🤖 AI Summary
Clinical practitioners require real-time, evidence-informed answers to questions about novel therapeutics (e.g., xylazine, ketamine), yet existing RAG systems struggle to distill actionable clinical insights from noisy, unstructured social media text. Method: We propose a two-tier retrieval-augmented generation (RAG) framework that processes large-scale user-generated content from platforms like Reddit. The first tier generates fine-grained, post-level summaries; the second tier synthesizes these into global, clinically oriented aggregate summaries. We employ the quantized lightweight model Nous-Hermes-2-7B-DPO to enable efficient, low-resource deployment. Contribution/Results: Our framework introduces the first dual-layer summarization mechanism explicitly designed to balance semantic fidelity and clinical utility.
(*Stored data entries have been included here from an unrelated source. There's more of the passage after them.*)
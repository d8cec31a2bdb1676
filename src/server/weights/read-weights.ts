import type { Weights, WeightsOf } from '#contract/weights.ts';
import { weightsFromPoints } from '#core/decision/weights.ts';
import type { Db } from '#db/client.ts';
import { listCriteria } from '#db/queries/criterion.ts';
import { findWeights } from '#db/queries/weights.ts';

interface Which {
  studyId: string;
  userId: string;
  weights: WeightsOf;
}

/** A set of points and the shares they give. A member's own set starts as a copy of the study's, at version 0. */
export async function readWeights(db: Db, { studyId, userId, weights }: Which): Promise<Weights> {
  const own = weights === 'mine' ? await findWeights(db, { studyId, userId }) : undefined;
  const set = own ?? (await findWeights(db, { studyId, userId: null }));
  const ids = (await listCriteria(db, { studyId }))
    .filter(({ source }) => source !== 'text')
    .map(({ id }) => id);
  const version = weights === 'mine' ? (own?.version ?? 0) : (set?.version ?? 0);
  return presentWeights({ weights, ids, points: set?.points ?? {}, version });
}

/** Points of criteria that exist, each with its share; what was given to criteria since removed is left out. */
export function presentWeights({
  weights,
  ids,
  points,
  version,
}: {
  weights: WeightsOf;
  ids: readonly string[];
  points: Readonly<Record<string, number>>;
  version: number;
}): Weights {
  const given = ids.map((id) => points[id] ?? 0);
  const result = weightsFromPoints(given);
  const byId = (figures: ArrayLike<number>) =>
    Object.fromEntries(ids.map((id, at) => [id, figures[at] ?? 0]));
  return {
    weights,
    points: byId(given),
    shares: result.kind === 'set' ? byId(result.weights) : null,
    version,
  };
}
Evaluation across 20 clinical questions and 76 samples shows no statistically significant difference (p > 0.05) versus GPT-4 in relevance, coverage, coherence, and hallucination mitigation—demonstrating robust performance in resource-constrained clinical settings.
📝 Abstract
The increasing use of social media to share lived and living experiences of substance use presents a unique opportunity to obtain information on side effects, use patterns, and opinions on novel psychoactive substances. However, due to the large volume of data, obtaining useful insights through natural language processing technologies such as large language models is challenging. This paper aims to develop a retrieval-augmented generation (RAG) architecture for medical question answering pertaining to clinicians' queries on emerging issues associated with health-related topics, using user-generated medical information on social media. We proposed a two-layer RAG framework for query-focused answer generation and evaluated a proof of concept for the framework in the context of query-focused summary generation from social media forums, focusing on emerging drug-related information. Our modular framework generates individual summaries followed by an aggregated summary to answer medical queries from large amounts of user-generated social media data in an efficient manner. We compared the performance of a quantized large language model (Nous-Hermes-2-7B-DPO), deployable in low-resource settings, with GPT-4. For this proof-of-concept study, we used user-generated data from Reddit to answer clinicians' questions on the use of xylazine and ketamine. Our framework achieves comparable median scores in terms of relevance, length, hallucination, coverage, and coherence when evaluated using GPT-4 and Nous-Hermes-2-7B-DPO, evaluated for 20 queries with 76 samples. There was no statistically significant difference between the two for coverage, coherence, relevance, length, and hallucination. A statistically significant difference was noted for the Coleman-Liau Index. Our RAG framework can effectively answer medical questions about targeted topics and can be deployed in resource-constrained settings.